--- Given data ---

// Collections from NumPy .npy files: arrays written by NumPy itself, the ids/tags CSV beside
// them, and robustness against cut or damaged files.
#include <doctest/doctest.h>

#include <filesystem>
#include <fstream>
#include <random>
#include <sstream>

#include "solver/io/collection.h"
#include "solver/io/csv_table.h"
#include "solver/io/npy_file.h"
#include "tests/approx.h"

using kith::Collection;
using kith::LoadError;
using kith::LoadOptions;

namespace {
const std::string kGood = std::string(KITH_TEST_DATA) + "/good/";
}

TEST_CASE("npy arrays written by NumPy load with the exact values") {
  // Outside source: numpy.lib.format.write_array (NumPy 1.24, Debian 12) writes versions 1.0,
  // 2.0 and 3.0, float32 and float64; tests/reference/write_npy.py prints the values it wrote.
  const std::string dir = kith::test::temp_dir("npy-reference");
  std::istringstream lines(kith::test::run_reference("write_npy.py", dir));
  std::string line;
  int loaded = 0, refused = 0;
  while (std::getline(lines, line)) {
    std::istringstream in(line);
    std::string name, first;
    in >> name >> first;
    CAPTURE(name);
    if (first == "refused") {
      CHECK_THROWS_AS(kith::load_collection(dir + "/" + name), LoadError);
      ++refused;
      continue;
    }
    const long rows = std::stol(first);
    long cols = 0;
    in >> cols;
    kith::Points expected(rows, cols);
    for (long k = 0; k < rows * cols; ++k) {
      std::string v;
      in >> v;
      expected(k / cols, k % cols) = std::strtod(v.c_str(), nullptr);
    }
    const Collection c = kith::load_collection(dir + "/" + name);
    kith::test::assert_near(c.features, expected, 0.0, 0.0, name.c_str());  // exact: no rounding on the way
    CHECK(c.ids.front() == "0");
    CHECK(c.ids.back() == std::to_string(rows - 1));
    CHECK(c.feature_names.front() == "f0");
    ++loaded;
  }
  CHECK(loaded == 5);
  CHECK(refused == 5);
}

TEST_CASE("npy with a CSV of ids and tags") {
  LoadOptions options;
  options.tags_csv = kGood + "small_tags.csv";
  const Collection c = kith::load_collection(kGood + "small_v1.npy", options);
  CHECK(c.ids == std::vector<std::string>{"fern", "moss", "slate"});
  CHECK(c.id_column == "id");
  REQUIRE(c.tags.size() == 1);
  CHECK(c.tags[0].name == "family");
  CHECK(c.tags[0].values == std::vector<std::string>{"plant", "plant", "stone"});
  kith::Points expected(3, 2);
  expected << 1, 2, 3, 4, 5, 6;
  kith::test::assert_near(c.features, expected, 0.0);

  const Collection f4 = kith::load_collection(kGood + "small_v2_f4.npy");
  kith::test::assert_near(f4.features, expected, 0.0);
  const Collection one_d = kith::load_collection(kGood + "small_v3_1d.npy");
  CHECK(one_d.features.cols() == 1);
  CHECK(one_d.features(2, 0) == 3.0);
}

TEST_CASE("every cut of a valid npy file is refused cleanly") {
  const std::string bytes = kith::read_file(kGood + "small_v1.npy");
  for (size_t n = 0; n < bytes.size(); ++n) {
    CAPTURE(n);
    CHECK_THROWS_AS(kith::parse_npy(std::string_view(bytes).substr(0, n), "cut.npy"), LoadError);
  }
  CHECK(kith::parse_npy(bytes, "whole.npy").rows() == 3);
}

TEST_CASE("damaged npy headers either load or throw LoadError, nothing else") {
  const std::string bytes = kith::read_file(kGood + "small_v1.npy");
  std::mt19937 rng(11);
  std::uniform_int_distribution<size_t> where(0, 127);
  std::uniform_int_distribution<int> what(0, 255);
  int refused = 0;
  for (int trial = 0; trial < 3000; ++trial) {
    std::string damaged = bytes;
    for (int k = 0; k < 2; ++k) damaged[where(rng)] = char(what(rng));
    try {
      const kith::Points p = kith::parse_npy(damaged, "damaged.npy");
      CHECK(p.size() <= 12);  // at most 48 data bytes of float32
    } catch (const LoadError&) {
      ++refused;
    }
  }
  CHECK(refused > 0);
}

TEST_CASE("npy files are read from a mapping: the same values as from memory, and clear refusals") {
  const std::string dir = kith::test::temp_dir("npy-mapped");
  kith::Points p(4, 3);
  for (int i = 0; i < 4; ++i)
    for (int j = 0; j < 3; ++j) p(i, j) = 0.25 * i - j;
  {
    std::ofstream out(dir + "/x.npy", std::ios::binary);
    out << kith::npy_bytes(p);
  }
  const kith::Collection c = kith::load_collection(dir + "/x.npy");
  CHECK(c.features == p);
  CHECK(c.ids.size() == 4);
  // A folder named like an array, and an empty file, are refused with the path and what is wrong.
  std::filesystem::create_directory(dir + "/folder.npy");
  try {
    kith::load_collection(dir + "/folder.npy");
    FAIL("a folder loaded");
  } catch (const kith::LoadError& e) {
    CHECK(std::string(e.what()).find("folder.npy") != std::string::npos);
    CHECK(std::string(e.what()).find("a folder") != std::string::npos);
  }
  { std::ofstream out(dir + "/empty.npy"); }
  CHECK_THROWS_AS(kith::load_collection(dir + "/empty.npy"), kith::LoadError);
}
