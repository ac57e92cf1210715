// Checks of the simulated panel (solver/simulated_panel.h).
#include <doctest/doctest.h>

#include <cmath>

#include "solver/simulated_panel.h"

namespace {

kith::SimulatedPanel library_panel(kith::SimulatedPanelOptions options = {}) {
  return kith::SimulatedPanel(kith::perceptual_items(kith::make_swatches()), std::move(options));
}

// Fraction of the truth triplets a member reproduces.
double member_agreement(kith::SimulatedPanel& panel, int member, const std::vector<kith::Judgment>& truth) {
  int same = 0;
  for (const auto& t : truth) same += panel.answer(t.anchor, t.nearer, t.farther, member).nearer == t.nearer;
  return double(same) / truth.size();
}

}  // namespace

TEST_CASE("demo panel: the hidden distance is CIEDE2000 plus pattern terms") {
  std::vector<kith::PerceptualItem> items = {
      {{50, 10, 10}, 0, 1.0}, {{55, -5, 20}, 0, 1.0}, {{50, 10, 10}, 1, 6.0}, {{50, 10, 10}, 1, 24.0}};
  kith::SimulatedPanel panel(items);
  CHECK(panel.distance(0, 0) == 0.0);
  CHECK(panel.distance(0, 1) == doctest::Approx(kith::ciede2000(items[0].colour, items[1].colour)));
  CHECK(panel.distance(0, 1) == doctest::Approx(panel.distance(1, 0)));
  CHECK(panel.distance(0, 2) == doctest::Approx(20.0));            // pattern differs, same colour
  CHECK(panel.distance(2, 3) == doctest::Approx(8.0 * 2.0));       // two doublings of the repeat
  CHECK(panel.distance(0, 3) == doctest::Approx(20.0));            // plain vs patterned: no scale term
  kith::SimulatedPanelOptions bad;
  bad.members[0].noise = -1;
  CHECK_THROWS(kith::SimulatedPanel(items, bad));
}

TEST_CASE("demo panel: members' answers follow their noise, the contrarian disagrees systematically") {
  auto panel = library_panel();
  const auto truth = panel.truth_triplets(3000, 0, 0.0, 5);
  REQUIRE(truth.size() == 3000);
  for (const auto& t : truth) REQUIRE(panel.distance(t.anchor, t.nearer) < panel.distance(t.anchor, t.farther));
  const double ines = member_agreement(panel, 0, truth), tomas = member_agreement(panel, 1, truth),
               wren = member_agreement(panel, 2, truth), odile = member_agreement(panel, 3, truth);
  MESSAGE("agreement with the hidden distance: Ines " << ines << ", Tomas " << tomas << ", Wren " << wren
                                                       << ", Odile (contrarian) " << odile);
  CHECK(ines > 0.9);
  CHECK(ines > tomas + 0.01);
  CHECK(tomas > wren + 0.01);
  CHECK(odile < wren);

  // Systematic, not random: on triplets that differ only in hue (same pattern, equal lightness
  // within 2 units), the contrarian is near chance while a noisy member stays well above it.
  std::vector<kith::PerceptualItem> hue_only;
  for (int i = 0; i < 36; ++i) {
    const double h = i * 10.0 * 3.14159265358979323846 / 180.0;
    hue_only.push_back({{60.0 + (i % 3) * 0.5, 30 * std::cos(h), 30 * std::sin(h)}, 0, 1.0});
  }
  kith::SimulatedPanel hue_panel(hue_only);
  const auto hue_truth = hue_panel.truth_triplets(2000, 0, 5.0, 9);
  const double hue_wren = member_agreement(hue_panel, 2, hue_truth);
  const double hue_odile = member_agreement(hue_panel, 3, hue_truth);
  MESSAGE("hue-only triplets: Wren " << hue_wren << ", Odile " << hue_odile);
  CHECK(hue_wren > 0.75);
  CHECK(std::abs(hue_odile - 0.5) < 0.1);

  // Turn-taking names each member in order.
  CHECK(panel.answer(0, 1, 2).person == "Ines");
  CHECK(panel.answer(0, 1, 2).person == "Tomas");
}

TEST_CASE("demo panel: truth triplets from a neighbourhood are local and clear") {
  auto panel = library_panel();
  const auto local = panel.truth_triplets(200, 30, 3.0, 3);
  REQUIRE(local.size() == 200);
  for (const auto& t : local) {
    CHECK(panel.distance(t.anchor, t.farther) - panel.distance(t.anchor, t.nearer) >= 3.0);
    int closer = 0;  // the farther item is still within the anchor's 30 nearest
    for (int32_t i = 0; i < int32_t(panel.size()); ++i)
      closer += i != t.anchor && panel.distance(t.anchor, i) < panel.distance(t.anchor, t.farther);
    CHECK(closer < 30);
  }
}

---

Starting with the line above that holds "CHECK(one_d.features.cols() == 1);" and stopping with the line that holds "CAPTURE(n);", reproduce each line exactly, omitting all other lines.

  CHECK(one_d.features.cols() == 1);
  CHECK(one_d.features(2, 0) == 3.0);
}

TEST_CASE("every cut of a valid npy file is refused cleanly") {
  const std::string bytes = kith::read_file(kGood + "small_v1.npy");
  for (size_t n = 0; n < bytes.size(); ++n) {
    CAPTURE(n);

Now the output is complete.